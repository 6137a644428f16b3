--- Records: what a digitizer delivered, with all that gives the numbers meaning.
-- A record holds one or more channels of equal length at one exact sample rate.
-- Each channel keeps the samples as they were stored (integer codes where the
-- file has integers) and the factor that makes them values of its unit, so that
-- nothing is lost on the way. A record is treated as immutable.

local core = require "libration.core"
local fraction = require "libration.fraction"
local units = require "libration.units"

local M = {}

local store = core.store

local Record = {}
Record.__index = Record
Record.__name = "libration.record"

--- The methods of every record; other modules add to it.
M.Record = Record

local function fail(level, text, ...)
  error("record: " .. text:format(...), level + 1)
end

-- Strict options: an unknown field is an error that lists the valid ones.
local function check_options(options, valid, level)
  if type(options) ~= "table" then
    fail(level + 1, "the options are a table, not %s", type(options))
  end
  for key in pairs(options) do
    if not valid[key] then
      local names = {}
      for name in pairs(valid) do names[#names + 1] = name end
      table.sort(names)
      fail(level + 1, "unknown field %s; valid are %s", tostring(key), table.concat(names, ", "))
    end
  end
end

local function set(text)
  local out = {}
  for word in text:gmatch("%S+") do out[word] = true end
  return out
end

local read_fields = set "channel unit sensitivity range full_scale name rate first count"
local new_fields = set [[rate title channels samples codes unit sensitivity range full_scale bits
  name]]
local channel_fields = set "samples codes unit sensitivity range full_scale bits name"
local write_fields = set "bits float"

-- A quantity in a unit, above zero; nil stays nil.
local function positive(options, field, unit, level)
  local value = options[field]
  if value == nil then
    return nil
  end
  local number, reason = units.number(value, unit)
  if not number then
    fail(level + 1, "%s: %s", field, reason)
  elseif not (number > 0 and number < math.huge) then
    fail(level + 1, "%s is %s; it must be positive", field, tostring(value))
  end
  return number
end

-- How a channel is calibrated: its unit, and the value of that unit at full scale.
local function calibration(options, level)
  local out = { unit = options.unit, full_scale = nil, sensitivity = nil, range = nil }
  if out.unit ~= nil and type(out.unit) ~= "string" then
    fail(level + 1, "unit is %s; it must be a text such as \"m/s^2\"", tostring(out.unit))
  end
  out.range = positive(options, "range", "V", level + 1)
  local named = out.unit or "V"
  local per = named:find("^%a+$") and named or "(" .. named .. ")"
  out.sensitivity = positive(options, "sensitivity", "V/" .. per, level + 1)
  out.full_scale = positive(options, "full_scale", named, level + 1)
  if out.full_scale and (out.range or out.sensitivity) then
    fail(level + 1, "give full_scale, or range and sensitivity, but not both")
  elseif out.sensitivity and not out.range then
    fail(level + 1, "sensitivity needs range, the volts at full scale")
  elseif out.range and not out.sensitivity and out.unit and out.unit ~= "V" then
    fail(level + 1, "range is in V; sensitivity must say how many V a %s is", out.unit)
  end
  if out.range then
    out.full_scale = out.range / (out.sensitivity or 1)
    out.unit = named
  end
  return out
end

local function exact_rate(value, level)
  local rate, reason = units.rate(value)
  if not rate then
    fail(level + 1, "rate: %s", reason)
  elseif rate <= 0 then
    fail(level + 1, "rate is %s; it must be positive", tostring(value))
  end
  return rate
end

-- Option k of a field that may be one value for all or a list, one each.
local function pick(options, k, fields)
  local out = {}
  for _, field in ipairs(fields) do
    local value = options[field]
    if type(value) == "table" then value = value[k] end
    out[field] = value
  end
  return out
end

local function finish(record)
  record.samples = #record.channels[1].data
  return setmetatable(record, Record)
end

-- Channel numbers asked for, checked for kind only.
local function wanted_channels(channel, level)
  local list = type(channel) == "table" and channel or { channel }
  for _, number in ipairs(list) do
    if math.type(number) ~= "integer" then
      fail(level + 1, "channel is %s; it must be a number from 1 or a list of such",
        tostring(number))
    end
  end
  return channel ~= nil and list or nil
end

local function check_count(value, field, least, level)
  if value ~= nil and (math.type(value) ~= "integer" or value < least) then
    fail(level + 1, "%s is %s; it must be an integer from %d", field, tostring(value), least)
  end
end

local function refuse(path, text, ...)
  return nil, path .. ": " .. text:format(...), "domain"
end

-- One channel of a file as a channel of a record; nil where its integer codes
-- were given a unit but nothing that says how much of it they are.
local function file_channel(facts, data, number, options)
  local c = calibration(options, 5)
  local full_scale = c.full_scale or not c.unit and 1 or nil
  if not full_scale and facts.integer then
    return nil
  end
  return {
    data = data, number = number, name = options.name or ("channel %d"):format(number),
    bits = facts.integer and facts.bits or nil, integer = facts.integer, lossy = facts.lossy,
    full_scale = full_scale, factor = full_scale and full_scale / facts.full_scale or 1,
    unit = c.unit or "FS", sensitivity = c.sensitivity, range = c.range,
  }
end

-- The rate in the header is whole; an exact one must round to it.
local function file_rate(path, facts, rate)
  if rate and math.abs(rate:number() - facts.rate) >= 1 then
    return refuse(path, "states %d S/s; the rate given, %s S/s, is another", facts.rate,
      tostring(rate))
  end
  return rate or fraction.new(facts.rate)
end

▸ **Task description**: Show each line in the listing above that has "format".

▸ **Result for this exercise**:
  error("record: " .. text:format(...), level + 1)
  return nil, path .. ": " .. text:format(...), "domain"
    data = data, number = number, name = options.name or ("channel %d"):format(number),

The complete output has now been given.